С тех пор как первый всадник сделал загон для скота, главный ковбой всегда был генералом, находящимся в центре непрекращающейся борьбы, в которой мало что изменилось. Любой горожанин в стетсоновской шляпе, с сигарой в зубах, которому приглянулась идея владеть скотом, мог быть большим боссом. Ее отец никогда не откажется от должности главного ковбоя из-за того, что пастбища заросли чертополохом и сломался десяток насосов. Наверное, он чувствует... что он чувствует? Сердце Джез бешено колотилось, и ее охватила паника, когда она всматривалась в его лицо. Выдохся? Устал? Но он не выглядел ни выдохшимся, ни усталым, хотя... да он, должно быть, просто вымотался и задумался о Кейси Нельсоне в качестве главного ковбоя. Но это глупо. Разве откажется Майк Килкуллен от должности главного ковбоя на ранчо Килкуллена только из-за того, что просто устал?
– Дорогая моя, у тебя есть во что переодеться? – Голос отца вывел ее из задумчивости. – Ты же не можешь оставаться в этом.
– Я найду что-нибудь, – ответила она рассеянно.
– Сейчас.
– Да, сэр. – А может у мужчины шестидесяти пяти лет произойти кризисный перелом?
По своей природе Сьюзи была весьма бережливой и, уходя вечером с гасиенды, всегда старалась сэкономить на электричестве, поэтому в пустом сейчас доме светилось всего несколько огоньков.
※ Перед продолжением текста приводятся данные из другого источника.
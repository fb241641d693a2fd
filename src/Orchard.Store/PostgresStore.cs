using System.Data.Common;
using DbUp;
using Npgsql;

namespace Orchard.Store;
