"""The ``ttsp`` command line: thin shells that parse, call one workflow function, and write.

Exit codes (every command): 0 done; 2 bad input or usage (one line on stderr naming file,
column and row; no traceback); 3 a check failed under ``--strict``; 1 an internal error.
"""

from __future__ import annotations

import atexit
import errno
import gc
import json
import re
import sys
import traceback
import warnings
from contextlib import contextmanager
from dataclasses import replace
from enum import Enum
from functools import wraps
from pathlib import Path

import typer

from . import __version__, _help_words
from ._validation import printable
from .exceptions import DataError, OptionValueError, TtspError
from .io.reading_account import describe_campaign
from .laws.names import LAW_MODELS
from .runner import read_inputs, run_build

_help_words.apply()
# plain help: rich's option table cuts long option names at 80 columns
app = typer.Typer(add_completion=False, no_args_is_help=True, rich_markup_mode=None,
                  help="Time–temperature superposition: master curves, shift laws, Prony series.")

EXIT_OK, EXIT_INTERNAL, EXIT_BAD_INPUT, EXIT_CHECK_FAILED = 0, 1, 2, 3
_state = {"debug": False}


def _say_error(message: str) -> None:
    typer.echo(f"ttsp: error: {message}", err=True)


# Errors of the user's machine rather than of ttsp: a full disk or quota, a read-only file
# system, a file too large for the file system (exit 2 with the path, not an internal error)
_ENVIRONMENT_ERRNOS = {errno.ENOSPC, errno.EDQUOT, errno.EROFS, errno.EFBIG, errno.EACCES,
                       errno.EPERM}
# a temporary output folder of ttsp.io.atomic: .ttsp-tmp-<destination>.<pid>.<random>
_TEMPORARY_FOLDER = re.compile(r"^\.ttsp-tmp-(?P<destination>.+)\.\d+\.[^.]+$")


def _os_error_message(exc: OSError) -> str:
    """``<path>: <reason>`` naming the user's path: the output folder rather than the temporary
    folder ttsp writes beside it."""
    if exc.filename is None:
        return printable(f"{exc.strerror or exc}")
    path = Path(str(exc.filename))
    m = _TEMPORARY_FOLDER.match(path.name)
    if m is None:
        return printable(f"{exc.filename}: {exc.strerror}")
    return printable(f"{path.parent / m.group('destination')}: {exc.strerror} (while writing "
                     f"the output folder in {path.parent})")


@contextmanager
def _writing_to(path):
    """Name ``path`` in an OSError that names no file (a full disk while writing a file)."""
    try:
        yield
    except OSError as exc:
        if exc.filename is None and exc.errno is not None:
            raise OSError(exc.errno, exc.strerror, str(path)) from None
        raise


def guarded(func):
    """Turn ttsp's errors into one stderr line and an exit code; never show a traceback for bad
    input. Internal errors print one line asking for a report (traceback only with --debug)."""

    @wraps(func)
    def wrapper(*args, **kwargs):
        try:
            return func(*args, **kwargs)
        except typer.Exit:
            raise
        except OptionValueError as exc:   # a bad option value: typer's usage error for it
            raise typer.BadParameter(exc.reason, param_hint=exc.option) from None
        except TtspError as exc:
            # one line: a newline (from a file name, say) is shown escaped, never cut at
            _say_error(printable(str(exc)) if str(exc) else type(exc).__name__)
            raise typer.Exit(EXIT_BAD_INPUT) from None
        except (FileNotFoundError, IsADirectoryError, PermissionError) as exc:
            _say_error(_os_error_message(exc))
            raise typer.Exit(EXIT_BAD_INPUT) from None
        except OSError as exc:
            if exc.errno not in _ENVIRONMENT_ERRNOS:
                raise
            _say_error(_os_error_message(exc))
            raise typer.Exit(EXIT_BAD_INPUT) from None
        except KeyboardInterrupt as exc:  # Ctrl-C, or SIGTERM (ttsp._lifetime.Terminated)
            _say_error(str(exc) or "interrupted")
            raise typer.Exit(getattr(exc, "exit_code", 130)) from None
        except MemoryError:
            _say_error("the campaign is too large for this machine's memory; split it, or thin "
                       "each isotherm to fewer points")
            raise typer.Exit(EXIT_BAD_INPUT) from None
        except Exception as exc:  # an internal error: ask for a report
            if hasattr(exc, "format_message") and isinstance(getattr(exc, "exit_code", None), int):
                raise  # a usage error of the command-line framework: main() reports it
            if _state["debug"]:
                traceback.print_exc()
            _say_error(f"internal error ({type(exc).__name__}: {exc}); please report it with the "
                       f"command you ran (rerun with --debug for the traceback)")
            raise typer.Exit(EXIT_INTERNAL) from None

    return wrapper
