def _run_isolated(payload: dict, task, ctx) -> dict:
    import concurrent.futures as cf
    from concurrent.futures.process import BrokenProcessPool

    t0 = time.perf_counter()
    with cf.ProcessPoolExecutor(max_workers=1, mp_context=ctx, initializer=_worker_init,
                                initargs=(os.getpid(),)) as pool:
        try:
            return pool.submit(task, payload).result()
        except Terminated:
            _stop_workers(pool)
            raise
        except BrokenProcessPool:
            return _failed_row(payload, "the worker process died while building this campaign "
                                        "(a crash or the memory limit); the batch went on",
                               time.perf_counter() - t0)
        except Exception as exc:
            return _failed_row(payload, _error_text(exc), time.perf_counter() - t0)


def _dask_client(scheduler, client):
    try:
        import distributed
    except ImportError:
        raise DataError("running on a Dask cluster needs the optional extra: "
                        "pip install 'ttsp[dask]' (dask[distributed])") from None
    if client is not None:
        return distributed, client, False
    try:
        return distributed, distributed.Client(scheduler, timeout="30s"), True
    except (OSError, TimeoutError) as exc:
        raise DataError(f"cannot reach the Dask scheduler at {scheduler!r}: {exc}") from None


def _run_dask(payloads, scheduler, client, task, on_done) -> None:
    """Submit every payload to a Dask cluster (workers need ttsp and the same file system)."""
    distributed, client, own = _dask_client(scheduler, client)
    token = uuid.uuid4().hex[:12]
    futures = {}
    try:
        for i, payload in enumerate(payloads):
            fut = client.submit(task, payload, key=f"ttsp-batch-{token}-{i}", pure=False)
            futures[fut] = payload
        for fut in distributed.as_completed(list(futures)):
            payload = futures[fut]
            try:
                row = fut.result()
            except Exception as exc:  # KilledWorker (the worker died) and the like
                row = _failed_row(payload, f"the Dask worker failed: {type(exc).__name__}: "
                                           f"{_error_text(exc)}")
            on_done(row)
    except BaseException:
        with contextlib.suppress(Exception):
            client.cancel(list(futures))
        raise
    finally:
        if own:
            with contextlib.suppress(Exception):
                client.close()
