@dataclass(frozen=True)
class ShiftResult:
    """Shift factors of a campaign, their uncertainties and how well the isotherms overlap.

    Attributes
    ----------
    reference_temperature_K : float
        Where log10 a_T = 0 (and log10 b_T = 0), in K.
    temperature_K : array
        Isotherm temperatures, ascending, in K.
    log10_aT, log10_aT_stderr : array
        Horizontal shift (decades; > 0 below the reference) and its standard error. The
        stderr is 0 for the measured reference isotherm and NaN for a user-fixed shift.
    log10_bT, log10_bT_stderr : array
        Vertical shift b_T = T ρ/(T_ref ρ_ref) (decades); zeros when ``vertical_mode`` is
        ``"none"``. Reduced modulus = E/b_T, reduced compliance = D·b_T.
    overlap_quality : array
        Per isotherm: rms misfit, in decades of log10 value, of its points (outliers left out)
        against the master curve, counting only the points whose reduced abscissa lies within
        the range of a neighbouring isotherm, i.e. where it overlaps. Smaller is better; the
        noise of the data (``residual_scale_log10``) is the floor. NaN where nothing overlaps.
    flags : tuple of tuple of str
        Per isotherm: ``"reference"``, ``"fixed"``, ``"bridged"`` (placed by a fitted shift law
        across a gap), ``"gap-below"`` / ``"gap-above"`` (no overlap with that neighbour),
        ``"low-information"`` (the shift is poorly determined: stderr above the threshold or
        data on a plateau), ``"outliers:N"`` (N points flagged); a build adds
        ``"functions-disagree"`` where the function_agreement check finds the shifts of E'
        alone and E'' alone apart (:mod:`ttsp.checks.function_agreement`).
    outlier_mask : tuple of bool arrays
        Per isotherm, per point (in the campaign's point order): True where any function's
        residual exceeds ``outlier_threshold`` robust noise scales. Flagged, never deleted.
    quantities_used : tuple of str
        The functions the shifts were fitted on.
    vertical_mode : str
        ``"none"``, ``"density"`` or ``"fit"``.
    method : str
        A one-line description of the estimator.
    objective : float
        Final value of the robust penalised objective (in squared noise scales).
    rms_residual : float
        rms residual of all non-outlier points against the master curves, decades.
    residual_scale_log10 : mapping
        Robust noise scale of each function, decades.
    warnings : tuple of str
        Everything the caller should know (also emitted as Python warnings).
    log10_aT_covariance : array
        Covariance matrix of ``log10_aT`` (decades²) from the same curvature as the stderr, in
        the reference's gauge; with ``fixed_log10_aT`` the fixed shifts are the gauge and their
        rows and columns are zero. Shifts found together along a chain of overlaps are
        correlated; a shift law fitted with this matrix (``fit_shift_law(covariance=...)``)
        averages out their common drift. The low-information floor of the stderr is not in it.
    residual_correlation, correlation_inflation : float
        Pooled lag-one correlation of the fit's residuals along each isotherm, and the factor
        (1 + ρ)/(1 − ρ) ≥ 1 by which the covariance (and the stderr²) was inflated because
        correlated residuals carry fewer independent points than they number
        (:mod:`ttsp._residual_correlation`); the largest over connected groups.
    """

    reference_temperature_K: float
    temperature_K: np.ndarray
    log10_aT: np.ndarray
    log10_aT_stderr: np.ndarray
    log10_bT: np.ndarray
    log10_bT_stderr: np.ndarray
    overlap_quality: np.ndarray
    flags: tuple
    outlier_mask: tuple
    quantities_used: tuple
    vertical_mode: str
    method: str
    objective: float
    rms_residual: float
    domain: str = "frequency"
    residual_scale_log10: Mapping[str, float] = field(default_factory=dict)
    expansion_coefficient_per_K: float | None = None
    converged: bool = True
    iterations: int = 0
    warnings: tuple = ()
    log10_aT_covariance: np.ndarray | None = None
    residual_correlation: float = float("nan")
    correlation_inflation: float = 1.0

    # ---- views -------------------------------------------------------------------------------
    @property
    def reference_temperature_C(self) -> float:
        return float(kelvin_to_celsius(self.reference_temperature_K))

    @property
    def temperature_C(self) -> np.ndarray:
        return kelvin_to_celsius(self.temperature_K)

    @property
    def params(self) -> dict:
        """``{"log10_aT[<T> °C]": value}`` as plain floats."""
        return {f"log10_aT[{t:g} °C]": float(v)
                for t, v in zip(np.round(self.temperature_C, 6), self.log10_aT)}

    @property
    def stderr(self) -> dict:
        """``{"log10_aT[<T> °C]": stderr}`` as plain floats (NaN for fixed shifts)."""
        return {f"log10_aT[{t:g} °C]": float(v)
                for t, v in zip(np.round(self.temperature_C, 6), self.log10_aT_stderr)}

    def __len__(self) -> int:
        return int(self.temperature_K.size)

    # ---- export ------------------------------------------------------------------------------
    def to_frame(self):
        """The shift table, one row per isotherm (DataFrame)."""
        import pandas as pd

        return pd.DataFrame({
            "temperature_K": self.temperature_K,
            "temperature_C": self.temperature_C,
            "log10_aT": self.log10_aT,
            "log10_aT_stderr": self.log10_aT_stderr,
            "log10_bT": self.log10_bT,
            "log10_bT_stderr": self.log10_bT_stderr,
            "overlap_quality": self.overlap_quality,
            "n_outliers": [int(m.sum()) for m in self.outlier_mask],
            "flags": [";".join(f) for f in self.flags],
        })

    def to_dict(self) -> dict:
        """JSON-ready summary; ``shift_factors`` is the list of the output contract."""
        rows = [{"temperature_C": float(tc), "log10_aT": float(a), "log10_aT_stderr": _num(e),
                 "log10_bT": float(b), "overlap_quality": _num(q), "flags": list(f)}
                for tc, a, e, b, q, f in zip(self.temperature_C, self.log10_aT,
                                            self.log10_aT_stderr, self.log10_bT,
                                            self.overlap_quality, self.flags)]
        return {"reference_temperature_C": self.reference_temperature_C,
                "domain": self.domain,
                "quantities_used": list(self.quantities_used),
                "vertical_mode": self.vertical_mode,
                "vertical_shift_convention": "reduced modulus = E / b_T, reduced compliance = "
                                             "D * b_T, b_T = T rho / (T_ref rho_ref)",
                "expansion_coefficient_per_K": (None if self.expansion_coefficient_per_K is None
                                                else float(self.expansion_coefficient_per_K)),
                "method": self.method, "objective": float(self.objective),
                "rms_residual": float(self.rms_residual),
                "residual_scale_log10": {k: float(v) for k, v in self.residual_scale_log10.items()},
                "converged": bool(self.converged), "warnings": list(self.warnings),
                "stderr_method": STDERR_METHOD,
                "residual_lag1_correlation": _num(self.residual_correlation),
                "stderr_correlation_inflation": float(self.correlation_inflation),
                "shift_factors": rows}

    def shifted_frame(self, campaign: Campaign):
        """Every point of ``campaign`` with its reduced abscissa and shifted values (DataFrame).

        Columns: ``isotherm``, ``temperature_K``, ``temperature_C``, the measured abscissa
        (``frequency_rad_s`` or ``time_s``), the reduced one (``reduced_frequency_rad_s`` =
        ω·a_T or ``reduced_time_s`` = t/a_T), ``log10_aT``, ``log10_bT``, every measured
        function as a *reduced* value (moduli divided by b_T, compliances multiplied by b_T,
        tan δ and δ unchanged; with b_T = 1 these are the measured values), ``source_row`` and
        ``outlier``. No point is dropped.
        """
        import pandas as pd

        if not isinstance(campaign, Campaign):
            raise bad_value("campaign", "a Campaign", type(campaign).__name__)
        if (len(campaign) != len(self)
                or not np.allclose(campaign.temperatures_K, self.temperature_K, atol=1e-6)
                or any(i.n_points != m.size for i, m in zip(campaign.isotherms,
                                                             self.outlier_mask))):
            raise DataError("shifted_frame: the campaign does not match these shift factors "
                            f"(it has {len(campaign)} isotherms, the shifts cover {len(self)}; "
                            "temperatures and point counts must agree)")
        names = [q for q in QUANTITIES if any(q in i.values for i in campaign.isotherms)]
        xr_name = "reduced_" + campaign.x_name
        isos = campaign.isotherms
        counts = np.array([iso.n_points for iso in isos])

        def per_point(values):
            return np.repeat(np.asarray(values), counts)

        x = np.concatenate([iso.x for iso in isos])
        a_T = per_point(10.0 ** self.log10_aT)
        b_T = per_point(10.0 ** self.log10_bT)
        cols = {"isotherm": per_point(np.arange(len(isos))),
                "temperature_K": per_point([iso.temperature_K for iso in isos]),
                "temperature_C": per_point([iso.temperature_C for iso in isos]),
                campaign.x_name: x,
                xr_name: x * a_T if campaign.domain == "frequency" else x / a_T,
                "log10_aT": per_point(self.log10_aT), "log10_bT": per_point(self.log10_bT)}
        for q in names:
            v = np.concatenate([np.asarray(iso.values.get(q, np.full(iso.n_points, np.nan)),
                                           float) for iso in isos])
            kind = QUANTITIES[q].unit_kind
            cols[q] = v / b_T if kind == "modulus" else (v * b_T if kind == "compliance" else v)
        cols["source_row"] = np.concatenate([iso.source_rows for iso in isos])
        cols["outlier"] = np.concatenate([np.asarray(m, bool) for m in self.outlier_mask])
        return pd.DataFrame(cols)

    def _repr_html_(self) -> str:
        head = (f"<b>Shift factors</b>: T<sub>ref</sub> = {self.reference_temperature_C:.2f} °C, "
                f"{len(self)} isotherms, on {', '.join(self.quantities_used)}; vertical "
                f"{self.vertical_mode}; rms residual {self.rms_residual:.4f} decades")
        rows = "".join(
            f"<tr><td>{tc:.2f}</td><td>{a:.4f}</td><td>{e:.4f}</td><td>{b:.4f}</td>"
            f"<td>{q:.4f}</td><td>{escape(', '.join(f))}</td></tr>"
            for tc, a, e, b, q, f in zip(self.temperature_C, self.log10_aT, self.log10_aT_stderr,
                                         self.log10_bT, self.overlap_quality, self.flags))
        warn = "".join(f"<li>{escape(w)}</li>" for w in self.warnings)
        return (f"<div>{head}<table><tr><th>T (°C)</th><th>log10 a<sub>T</sub></th>"
                f"<th>stderr</th><th>log10 b<sub>T</sub></th><th>overlap rms</th><th>flags</th>"
                f"</tr>{rows}</table>{'<ul>' + warn + '</ul>' if warn else ''}</div>")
Джез подъехала на джипе как можно ближе к задним воротам патио: до ее комнаты отсюда было ближе всего, и ей не хотелось оставлять следы от все еще стекавшего с платья чили, проходя через весь дом. Придерживая подол обеими руками, она осторожно прошла по садовым дорожкам к крытой веранде, откуда двери вели в спальни членов семьи, и, толкнув локтем дверь, вошла в свою комнату. Отправляясь на фиесту, она оставила гореть ночник, но сейчас с досадой увидела, что экономная Сьюзи выключила и его. В полной темноте она сделала несколько шагов по направлению к ванной. И вдруг резкая боль пронзила ногу чуть пониже колена. Качнувшись на каблуках и все еще держа подол платья, она упала вперед на груду каких-то твердых угловатых предметов, вдобавок больно ударившись локтем и коленкой.
– Да что же это такое, черт побери! – невольно заорала она в темноту. Отпустив платье и медленно выбравшись из неожиданной засады, она, как слепой, вытянула перед собой руки, ощупью добралась наконец до ночного столика и включила лампу.
Бесформенной пирамидой посередине комнаты громоздились жесткие, с острыми металлическими углами чемоданы.
– Я просто свалил чемоданы в доме, – вслух произнесла Джез. – Я просто свалил чемоданы... просто... свалил!.. Это тебе что, комната для гостей, урод недоделанный?! Отвечай! Комната для гостей, да?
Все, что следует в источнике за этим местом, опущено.